Eclosion, située dans la zone industrielle de Plan-les-Ouates, revitalise en partie cette «vallée de la mort», comme les Américains appellent la phase difficile de la naissance d’une start-up et de la recherche des premiers fonds. Cette initiative, née en décembre 2004 grâce aux volontés conjuguées des autorités politiques et académiques, vient en aide aux personnes qui désirent lancer une start-up dans le domaine des sciences de la vie. Elle dispose actuellement de locaux sur une surface de 1000 m2 et offre des services, du matériel de pointe pour constituer des laboratoires in situ, des conseils avisés dans le management et l’entrepreneuriat ainsi que de l’argent.

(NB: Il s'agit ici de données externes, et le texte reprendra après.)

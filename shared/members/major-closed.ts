import type { Quantity } from '../calc/quantity.ts';
import type { Recorder } from '../calc/recorder.ts';
import { F7_LTB, ltbLimitsF7, ltbStrengthF7 } from '../standards/aisc360-22/f7.ts';
import { clause } from '../standards/aisc360-22/writer.ts';
import { closedStrengths } from './closed-flexure.ts';
import type { MajorSection } from './major-section.ts';
import { roundFlexure } from './round-flexure.ts';
import type {
  BoxSection,
  RectHssSection,
  RoundSection,
  SteelQuantities,
} from './section-quantities.ts';

/** F7 for a rectangular HSS or a box; a square one has no lateral-torsional buckling. */
export function majorClosed(
  r: Recorder,
  steel: SteelQuantities,
  s: RectHssSection | BoxSection,
  longest: Quantity | null,
  phib: Quantity,
): MajorSection | null {
  const strengths = closedStrengths(r, 'x', steel, s);
  if (!strengths) return null;
  const { Mp, local } = strengths;
  const common = { Mp, phib, clause: 'F7', key: 'F7/x/Mn', yielding: Mp, others: local };
  if (s.square) {
    noBuckling(r, 'F7/x/LTB/none', 'A square section does not buckle laterally.', 'F7.4');
    return { ...common, ltb: null };
  }
  const { E, Fy } = steel;
  const q = { E, Fy, Ag: s.A, J: s.J, ry: s.ry, Sx: s.Sx };
  const limits = ltbLimitsF7(r, q, Mp, longest);
  return {
    ...common,
    ltb: {
      words: F7_LTB,
      limits,
      strength: (w, segment) => ltbStrengthF7(w, q, limits, Mp, segment),
    },
  };
}

/** F8: a round section does not buckle laterally. */
export function majorRound(
  r: Recorder,
  steel: SteelQuantities,
  s: RoundSection,
  phib: Quantity,
): MajorSection | null {
  const strengths = roundFlexure(r, 'x', steel, s);
  if (!strengths) return null;
  const { Mp, LB } = strengths;
  noBuckling(r, 'F8/x/LTB/none', 'A round section does not buckle laterally.', 'F8');
  return {
    Mp,
    phib,
    clause: 'F8',
    key: 'F8/x/Mn',
    yielding: Mp,
    others: LB ? [LB] : [],
    ltb: null,
  };
}

const noBuckling = (r: Recorder, key: string, text: string, number: string): void =>
  r.notice(key, 'note', 'no-lateral-torsional-buckling', text, {
    title: 'Lateral-torsional buckling',
    clause: clause(number),
  });
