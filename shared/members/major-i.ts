import type { Quantity } from '../calc/quantity.ts';
import type { Recorder } from '../calc/recorder.ts';
import { majorFlexureClass } from '../standards/aisc360-22/b4-flexure.ts';
import {
  F2_LTB,
  ltbLimitsF2,
  ltbStrengthF2,
  plasticMomentMajor,
} from '../standards/aisc360-22/f2.ts';
import { flangeLocalBucklingMajor } from '../standards/aisc360-22/f3.ts';
import { clause } from '../standards/aisc360-22/writer.ts';
import type { MajorSection } from './major-section.ts';
import type { ISection, SteelQuantities } from './section-quantities.ts';

/** F2 and F3: a doubly symmetric I-shape with a compact web. */
export function majorRolledI(
  r: Recorder,
  steel: SteelQuantities,
  s: ISection,
  longest: Quantity | null,
  phib: Quantity,
): MajorSection | null {
  const { E, Fy } = steel;
  r.section('B4/x', 'Width-to-thickness ratios, major-axis flexure', clause('B4.1'));
  const { flange, web } = majorFlexureClass(r, steel, s.lambdaf, s.lambdaw);
  if (web.class !== 'compact') return null;
  const chapter = flange.class === 'compact' ? 'F2' : 'F3';
  r.section('F2', 'Major-axis flexural strength', clause(chapter));
  const q = { E, Fy, Sx: s.Sx, Zx: s.Zx, ry: s.ry, rts: s.rts, J: s.J, ho: s.ho };
  const Mp = plasticMomentMajor(r, q);
  const limits = ltbLimitsF2(r, q, null, longest);
  const FLB = flangeLocalBucklingMajor(
    r,
    { E, Fy, Sx: s.Sx, Mp, lambdaf: s.lambdaf, lambdaw: s.lambdaw },
    flange,
  );
  return {
    Mp,
    phib,
    clause: chapter,
    key: 'F2/Mn',
    yielding: Mp,
    others: FLB ? [FLB] : [],
    ltb: {
      words: F2_LTB,
      limits,
      strength: (w, segment) => ltbStrengthF2(w, q, limits, Mp, segment),
    },
  };
}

Grâce à un fonds de 15 millions de francs, Eclosion peut en effet investir jusqu’à 2 millions de francs dans un projet prometteur.
«Notre rôle est de donner les moyens de réussir aux jeunes entrepreneurs, explique Jesús Martin-Garcia, coresponsable d’Eclosion. Nous choisissons bien sûr les projets en fonction de leur intérêt et de leur potentiel commercial. Mais nous ne considérons jamais un dossier comme trop académique. C’est justement une partie de notre travail que de le rendre plus conforme à la réalité du marché. Pour cela, nous nous appuyons sur notre conseil scientifique et économique et plus largement sur un réseau de chercheurs et d’industriels très compétents. Nous par ailleurs ravis de voir la bonne volonté que mettent ces professionnels à collaborer avec nous.»
Eclosion reçoit une subvention de l’Etat de Genève suffisante pour payer, entre autres, l’infrastructure, l’entretien et l’achat de certains appareils de laboratoire. Elle bénéficie également du soutien de grandes entreprises, comme Serono, qui offrent à l’incubateur des appareils indispensables à la recherche scientifique (microscopes, frigidaires à très basse température, etc). Ces machines de deuxième main tout en étant de pointe permettent des économies d’échelle importantes. Finalement, grâce à l’implication des autorités et des industriels, les responsables d’Eclosion ont réussi une levée de fonds de 15 millions de francs auprès d’investisseurs locaux. «C’était le travail le plus dur que nous avons eu à réaliser pour Eclosion, admet Jesús Martin-Garcia. Pour mettre sur pied cette structure, nous nous sommes beaucoup inspirés de ce qui se faisait dans d’autres pays. Nous avons fait la synthèse de différents modèles la plus adaptée à la situation de notre région.»
Résultat: six start-up ont colonisé les locaux, monté leur laboratoire et leur bureau et travaillent d’arrache-pied pour monter leur affaire. Et beaucoup d’autres se pressent au portillon. Aucune d’entre elles n’a encore quitté le nid pour voler de ses propres ailes – l’expérience vient de débuter, après tout – mais le premier envol ne devrait pas tarder, selon les responsables. Un bémol, tout de même: seules les spin-off de l’Université de Genève actives dans les sciences de la vie bénéficient d’une telle aide.